In a casino, visitors gamble on games of chance, and in some cases with an element of skill. Slot machines, blackjack, roulette and craps provide the billions of dollars in profits that casinos rake in each year. Musical shows, lighted fountains, shopping centers and elaborate hotels help attract visitors. But casinos would not exist without the games of chance.
Casinos make money because every game they offer has a built in advantage for the house, usually less than two percent. This advantage, which is also known as the vig or rake, is enough to give casinos the virtual assurance that they will never lose money on any given day. This guarantee of gross profit allows casinos to offer big bettors extravagant inducements such as free spectacular entertainment, transportation and elegant living quarters.

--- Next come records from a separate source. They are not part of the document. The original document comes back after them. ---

1. `sluice build` the generator; the model file must meet the file contract
   and match the example's twin pair by pair (crossread_model.check_contract
   and crossread_model.compare; twins in reservoir_twin.py,
   turbine_wear_twin.py and crossread_model.py). Building the same
   generator twice must give the same /fingerprint, and different
   parameters a different one. Under SLUICE_LAUNCH (e.g. "mpirun -np 3
   --oversubscribe") the model built by N ranks must equal, array for array,
   the one built by a single process.
2. The optimum v* of the twin model by exact policy iteration in scipy
   (mdp_common.policy_iteration; Howard 1960, "Dynamic Programming and
   Markov Processes", MIT Press; Puterman 1994, "Markov Decision Processes",
   Wiley, Section 6.4 -- section recalled from memory), with its certified
   error bound. Where the example documents a closed form, v* must match it:
   two_state.c and tie.c derive theirs in their header comments.
3. `sluice solve --tolerance EPS` with every method: the --tolerance contract
   (DESIGN.md) says /value is within EPS of v* and /policy is within EPS of
   optimal in every state. Both are checked against v* and the exact value
   of the returned policy (scipy spsolve), allowing the reference's own
   certified error. Also the solution-file contract (format, fingerprint,
   converged, dtypes).
4. `sluice verify` accepts the solution (exit 0) and rejects (exit 65) a copy
   whose value is moved by 1000 EPS in one state, and a copy whose policy
   takes, in one state, an action that loses more than 1000 EPS.
5. turbine_wear: the model meets the premises of the control-limit theorem
   (C. Derman, "On optimal replacement rules when changes of state are
   Markovian", in R. Bellman (ed.), Mathematical Optimization Techniques,
   Univ. of California Press, 1963 -- recalled from memory), so the exact
   optimal policy must replace exactly from some wear level on; and where
   every other action loses more than the tolerance allows, sluice's policy
   must be that very policy.

The example data is invented. Results support, never replace, licensed
engineering judgement and local regulations.

usage: test_examples.py SLUICE_BINARY WORKDIR
environment: SLUICE_LAUNCH (launch prefix), SLUICE_TEST_METHODS (comma list,
default gs,jacobi,mpi,pi; empty: check the built models only). Run under /usr/bin/python3 (Debian numpy, scipy,
h5py).
"""

import json
import os
import shutil
import subprocess
import sys

import h5py
import numpy as np

HERE = os.path.dirname(os.path.abspath(__file__))
sys.path.insert(0, HERE)
import crossread_model as cm  # noqa: E402
import mdp_common as mc  # noqa: E402
import turbine_wear_twin as tw  # noqa: E402

EXAMPLES_DIR = os.path.normpath(os.path.join(HERE, "..", "..", "examples"))

TWINS = dict(cm.TWINS)
TWINS["turbine_wear"] = tw.build_csr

Despite their glamorous glitz and glamor, casinos are complex businesses with a dark side. They require a careful weighing of risk and reward, wise decisions and a little bit of luck. Casinos are often associated with mob activity, but federal crackdowns and the threat of losing a gambling license at the slightest hint of mafia involvement have driven many of these operations underground.
Typically, modern casinos have two distinct security departments. A physical security force patrols the building and responds to reports of suspicious or definite criminal activities, while a specialized surveillance department operates the closed circuit television system that monitors all activity in the casino through cameras that can be adjusted to focus on specific patrons from a separate room filled with banks of security monitors. In addition to these specialized cameras, some casinos have catwalks in the ceiling that allow security personnel to look directly down, through one way glass, on all table and slot machine action.